How much should I put aside for tax?
Most business owners ask us how much they should put aside to meet their tax obligations. It's easy when you follow our simple guidelines!
The first thing we need to do is identify what type of tax we’re talking about. The two taxes you need to put money aside for are Income Tax, and Goods and Services Tax.
Income tax comes in two forms: Provisional Tax and Terminal Tax. In your first year of business you are not required to pay Provisional Tax. You only pay income tax at the end of the next financial year, which is a Terminal Tax payment.
In your second and subsequent years in business, you are required to pay Provisional Tax. This is an estimate of what the income tax might be for that year, and is paid before knowing what the income tax is, i.e. it’s provisional until the actual income tax is calculated. If the provisional tax payment wasn’t enough, the income tax gets topped up with a Terminal Tax payment. If the Provisional Tax was overpaid, you get a refund.
Inland Revenue has rules setting out how much Provisional Tax should be paid and when. Many business owners find Provisional Tax confusing, and that’s where we can help. It’s part of our job to advise you when payments are due. The main thing you need to know is that you must put money aside to pay any income tax, regardless of whether it’s Terminal or Provisional Tax. Ideally you should put the money into a separate savings account as you earn it.

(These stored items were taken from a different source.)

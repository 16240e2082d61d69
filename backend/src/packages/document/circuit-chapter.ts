import type { SequenceDetail } from '#shared/contracts/sequences';
import type { FoldEntry } from '#shared/sequences/fold';
import { viewSequence, type SequenceView } from '#shared/sequences/sequence-view';
import { gap, kept, type Block } from '../../pdf/block';
import { factGrid } from '../../pdf/fact-grid';
import { drawJoint } from '../../pdf/joint';
import { PAGE, TEXT_WIDTH } from '../../pdf/page-geometry';
import { baselineOf, hairline, paragraph } from '../../pdf/paragraph';
import { COLOURS } from '../../pdf/colours';
import type { Sheet } from '../../pdf/sheet';
import { STYLES, type TextStyle } from '../../pdf/text-style';
import { beginChapter, circuitKey, say, subjectOf, type DocumentContext } from './document-context';
import { circuitContext, type CircuitContext } from './judged-entry';
import type { PackageCircuitRef } from './package-content';
import { reviewBlocks } from './review-blocks';
import { specificationBlocks } from './specification-blocks';
import { earlierBlocks, stepBlocks } from './step-blocks';
import { stillOpenBlocks } from './still-open-blocks';

/** The rest of the line is the state's. */
const CODE_ROOM = TEXT_WIDTH - 150;

/** Turns to the page on which a circuit's chapter begins. */
export function beginCircuitPage(sheet: Sheet): void {
  sheet.hasMarginRule = true;
  sheet.newPage();
}

/**
 * One circuit's chapter, on a page that has begun: what was specified, every step with all that was recorded on it, and the reviews.
 *
 * @returns the folded sequence, for the page of hashes
 */
export async function drawCircuit(
  context: DocumentContext,
  reference: PackageCircuitRef,
  detail: SequenceDetail,
  outline: PDFKit.PDFOutline,
): Promise<SequenceView> {
  const { sheet } = context;
  const view = viewSequence(detail.stepList, detail.entries);
  const circuit = circuitContext(context, detail);
  sheet.runningHead = [reference.code, subjectOf(context, reference)]
    .filter((part) => part !== '')
    .join(' · ');
  sheet.openPart('Sect');
  beginChapter(context, circuitKey(reference.sequenceId), sheet.runningHead, outline);
  await sheet.place(headBlocks(context, reference, detail, view));
  await sheet.place([...specificationBlocks(context, detail.specification), gap(18)]);
  await drawSteps(circuit, view);
  await sheet.place(stillOpenBlocks(circuit, view));
  await sheet.place(asideBlocks(circuit, view));
  await sheet.place(reviewBlocks(circuit, view.reviews));
  sheet.closePart();
  sheet.hasMarginRule = false;
  sheet.runningHead = null;
  return view;
}

function headBlocks(
  context: DocumentContext,
  reference: PackageCircuitRef,
  detail: SequenceDetail,
  view: SequenceView,
): Block[] {
  const { sheet, words } = context;
  const { template } = detail.stepList;
  const { circuit } = detail.specification;
  return [
    {
      height: STYLES.code.lead,
      keepWithNext: true,
      draw: (page, top) => {
        const baseline = baselineOf(top, STYLES.code);
        const word = words.states[reference.state];
        const style = codeStyle(page, reference.code);
        page.tagged('H1', () =>
          page.text(page.fitted(reference.code, style, CODE_ROOM), PAGE.left, baseline, style),
        );
        page.tagged('P', () => page.text(word, PAGE.right, baseline, STYLES.strong, 'right'));
        const width = page.width(page.printable(word, 'medium'), STYLES.strong);
        page.artifact(() => drawJoint(page, PAGE.right - width - 13, baseline - 3.5, 4.6, reference.state));
      },
    },
    ...paragraph(sheet, subjectOf(context, reference), STYLES.lead),
    gap(6),
    hairline(COLOURS.copperLine, PAGE.left, 2),
    ...factGrid(
      sheet,
      [
        {
          label: words.facts.checklist,
          value: words.checklistVersion(say(context, template.title), template.version),
        },
        ...(reference.level === 'circuit' ? [{ label: words.facts.area, value: circuit.area }] : []),
        { label: words.facts.steps, value: words.stepsDone(view.doneCount, view.steps.length) },
        { label: words.facts.outside, value: String(view.outsideCount) },
      ],
      4,
    ),
    gap(16),
  ];
}

/** A circuit's code as large as it fits: it is what people call out across a store, so it is never cut for its size. */
function codeStyle(sheet: Sheet, code: string): TextStyle {
  const width = sheet.width(sheet.printable(code, STYLES.code.face), STYLES.code);
  if (width <= CODE_ROOM) return STYLES.code;
  return { ...STYLES.code, size: Math.max(12, (STYLES.code.size * CODE_ROOM) / width) };
}

async function drawSteps(circuit: CircuitContext, view: SequenceView): Promise<void> {
  const { context, detail } = circuit;
  const { sheet } = context;
  const numbered = view.steps.map((step, index) => ({ step, number: index + 1 }));
  const known = new Set(detail.stepList.sections.map((section) => section.key));
  const sections = [
    ...detail.stepList.sections.map((section) => ({ key: section.key, title: say(context, section.title) })),
    // Steps of a section that the list doesn't name are still steps.
    ...[...new Set(view.steps.map(({ step }) => step.section))]
      .filter((key) => !known.has(key))
      .map((key) => ({ key, title: key })),
  ];
  for (const section of sections) {
    // A step that nobody answered has nothing to show; one that is required is named once, among those still open.
    const steps = numbered.filter(({ step }) => step.step.section === section.key && step.current !== null);
    for (const [index, { step, number }] of steps.entries()) {
      const head = index === 0 ? sectionHead(circuit, section.title) : [];
      await sheet.place([...head, ...stepBlocks(circuit, step, number)]);
    }
  }
}

function sectionHead(circuit: CircuitContext, title: string): Block[] {
  const { sheet } = circuit.context;
  return kept(
    [gap(4), ...paragraph(sheet, title, STYLES.section, { tag: 'H2' }), hairline(COLOURS.rule), gap(8)],
    true,
  );
}

/** What was recorded but is not, or no longer, part of a step: told in full, so that nothing goes unsaid. */
function asideBlocks(circuit: CircuitContext, view: SequenceView): Block[] {
  const { words } = circuit.context;
  const held = circuit.detail.entries.filter((entry) => entry.server.standing === 'held');
  return [
    ...asidePart(circuit, view.noLongerAsked, words.noLongerAsked, words.noLongerAskedNote),
    ...asidePart(circuit, view.late, words.late, words.lateNote),
    ...asidePart(circuit, held, words.held, words.heldNote),
  ];
}

function asidePart(
  circuit: CircuitContext,
  entries: readonly FoldEntry[],
  title: string,
  note: string,
): Block[] {
  const { context, detail } = circuit;
  const { sheet } = context;
  if (entries.length === 0) return [];
  const steps = new Map(detail.stepList.steps.map((step) => [step.key, step]));
  return [
    gap(6),
    ...paragraph(sheet, title, STYLES.section, { tag: 'H2' }),
    ...paragraph(sheet, note, STYLES.small, { keepWithNext: true }),
    ...entries.flatMap((entry) => {
      const { content } = entry.body;
      const key =
        content.kind === 'answer' || content.kind === 'notApplicable' ? content.stepKey : content.kind;
      const step = steps.get(key) ?? null;
      return earlierBlocks(circuit, [entry], step, step ? say(context, step.title) : key);
    }),
  ];
}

By following our basic guidelines, you shouldn’t have any problem making income tax payments when they are due. We endeavour to advise you about these payments several weeks before the due date.
If you haven’t put enough money aside for income tax, there are options are available. This includes Payment Plans with Inland Revenue and Tax Pooling, and will generally involve penalties and interest for late payment. Penalties are not tax deductible, but interest is.

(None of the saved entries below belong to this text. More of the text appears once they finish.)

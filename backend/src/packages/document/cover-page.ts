import { gap, type Block } from '../../pdf/block';
import { COLOURS } from '../../pdf/colours';
import { factGrid } from '../../pdf/fact-grid';
import { drawJoint, type JointState } from '../../pdf/joint';
import { openingLine } from '../../pdf/opening-line';
import { PAGE, TEXT_WIDTH } from '../../pdf/page-geometry';
import { baselineOf, paragraph } from '../../pdf/paragraph';
import { STYLES, type TextStyle } from '../../pdf/text-style';
import type { DocumentContext } from './document-context';
import type { PackageContent, SummaryCircuit } from './package-content';

/** The order in which circuits that aren't approved are listed: the nearest to done first. */
const UNFINISHED = [
  'submitted',
  'sentBack',
  'underWay',
  'open',
  'noSequence',
] as const satisfies readonly JointState[];

const PRODUCT = 'Firstcold';

const BIG_COUNT: TextStyle = { face: 'strong', size: 17, lead: 24, colour: COLOURS.ink };

/** The first page: whose store, which version, and what is and isn't complete. */
export async function drawCover(context: DocumentContext): Promise<void> {
  const { sheet, content, words, format } = context;
  const { opening } = content;
  sheet.newPage();
  sheet.openPart('Sect');
  await sheet.place([
    wordMark(),
    gap(78),
    ...paragraph(sheet, `${words.title} · ${words.version(content.package.version)}`, STYLES.lead),
    gap(4),
    ...paragraph(sheet, opening.name, STYLES.display, { tag: 'H1' }),
    ...paragraph(sheet, opening.address, STYLES.lead),
    gap(22),
    wholeLine(context),
    gap(18),
    ...factGrid(
      sheet,
      [
        { label: words.cover.openingDate, value: format.day(opening.openingDate) },
        { label: words.cover.contractor, value: opening.contractorName },
        { label: words.cover.company, value: opening.companyName },
        {
          label: words.cover.built,
          value: words.cover.builtBy(
            format.dateTime(content.package.createdAt),
            content.package.createdByName,
          ),
        },
        { label: words.cover.elevation, value: format.wholeLength(opening.elevationM) },
        { label: words.cover.units, value: words.cover.unitSystems[opening.unitSystem] },
      ],
      2,
    ),
    gap(8),
    // Before the list of circuits, which may be long: this sentence belongs on the first page.
    ...paragraph(sheet, words.cover.standsAbove, STYLES.small),
    gap(24),
    ...completeness(context),
  ]);
  sheet.closePart();
}

function wordMark(): Block {
  return {
    height: 20,
    draw: (sheet, top) => {
      const baseline = baselineOf(top, STYLES.lead);
      sheet.artifact(() => {
        sheet.line(PAGE.left, baseline - 4, PAGE.left + 26, baseline - 4, COLOURS.copperLine, 3);
        drawJoint(sheet, PAGE.left + 13, baseline - 4, 4, 'approved');
      });
      sheet.tagged('P', () =>
        sheet.text(PRODUCT, PAGE.left + 34, baseline, { ...STYLES.lead, face: 'medium' }),
      );
    },
  };
}

const circuitsOf = (content: PackageContent): readonly SummaryCircuit[] =>
  content.summary.systems.flatMap((system) => system.circuits);

/** How many of how many circuits are approved. */
export function countApproved(circuits: readonly SummaryCircuit[]): { approved: number; total: number } {
  return {
    approved: circuits.filter((circuit) => circuit.state === 'approved').length,
    total: circuits.length,
  };
}

/** The whole opening as one copper line: what each system has approved of all that it has. */
function wholeLine(context: DocumentContext): Block {
  const { content, words } = context;
  const { approved, total } = countApproved(circuitsOf(content));
  const segments = content.summary.systems.map(({ name, circuits }) => ({
    name,
    ...countApproved(circuits),
  }));
  return openingLine(segments, words.lineAlt(content.opening.name, approved, total));
}

function completeness(context: DocumentContext): Block[] {
  const { sheet, content, words } = context;
  const circuits = circuitsOf(content);
  const { approved, total } = countApproved(circuits);
  if (total === 0) return paragraph(sheet, words.cover.noCircuits, STYLES.lead);
  const work = content.summary.systems
    .flatMap((system) => system.work)
    .filter(({ state }) => state !== 'approved');
  const isComplete = approved === total && work.length === 0;
  const blocks = [
    ...paragraph(sheet, words.cover.approvedCount(approved, total), BIG_COUNT, { tag: 'H2' }),
    ...paragraph(sheet, isComplete ? words.cover.complete : words.cover.incomplete, STYLES.body),
  ];
  for (const state of UNFINISHED) {
    const codes = circuits.filter((circuit) => circuit.state === state).map((circuit) => circuit.code);
    if (codes.length === 0) continue;
    blocks.push(
      { ...gap(8), keepWithNext: true },
      ...paragraph(sheet, `${words.states[state]}, ${words.circuitCount(codes.length)}`, STYLES.label, {
        x: PAGE.left + 20,
        width: TEXT_WIDTH - 20,
        keepWithNext: true,
        ornament: (page, baseline) => drawJoint(page, PAGE.left + 6, baseline - 3, 3.6, state),
      }),
      ...paragraph(sheet, codes.join(', '), STYLES.mono, { x: PAGE.left + 20, width: TEXT_WIDTH - 20 }),
    );
  }
  if (work.length > 0) {
    const list = work.map(({ code, state }) => `${code} (${words.states[state].toLowerCase()})`).join(', ');
    blocks.push(
      { ...gap(8), keepWithNext: true },
      ...paragraph(sheet, words.cover.workNotApproved, STYLES.label, {
        x: PAGE.left + 20,
        width: TEXT_WIDTH - 20,
        keepWithNext: true,
      }),
      ...paragraph(sheet, list, STYLES.mono, { x: PAGE.left + 20, width: TEXT_WIDTH - 20 }),
    );
  }
  return blocks;
}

If you’re concerned that you haven’t put sufficient funds aside, please don’t hesitate to let us know. We’ll help you find the most cost-effective and affordable solution for you.
Good and services tax
If you are GST registered, you will be adding 15% to every invoice. This 15% belongs to the government. You may also be claiming GST on your expenses, which can be deducted from the GST you owe to the government. Some expenses, such as wages and interest, do not have any GST.
To be safe, you could put aside all the GST you added to your invoices. If you have very high expenses, you could reduce this by what ever margin you feel is right for you. If you are operating at a loss, your GST expenses may be higher than your GST income. In this case you may be due a GST refund and may not need to put aside money for GST.
In general, we recommend putting aside 10-15% of the GST you’ve added to your invoices. This works out to be 8.5-13% of the GST included amount of your invoices. Putting it into a separate savings account is a good idea, especially if you are on six monthly GST returns. If you are GST registered, you should put funds aside to cover both Income Tax and GST.
We recommend a conservative approach and believe it’s better to put more aside than you may need. Look at it as a form of saving; if you don’t end up needing all the money for your tax obligations, you can use the funds for some other purpose.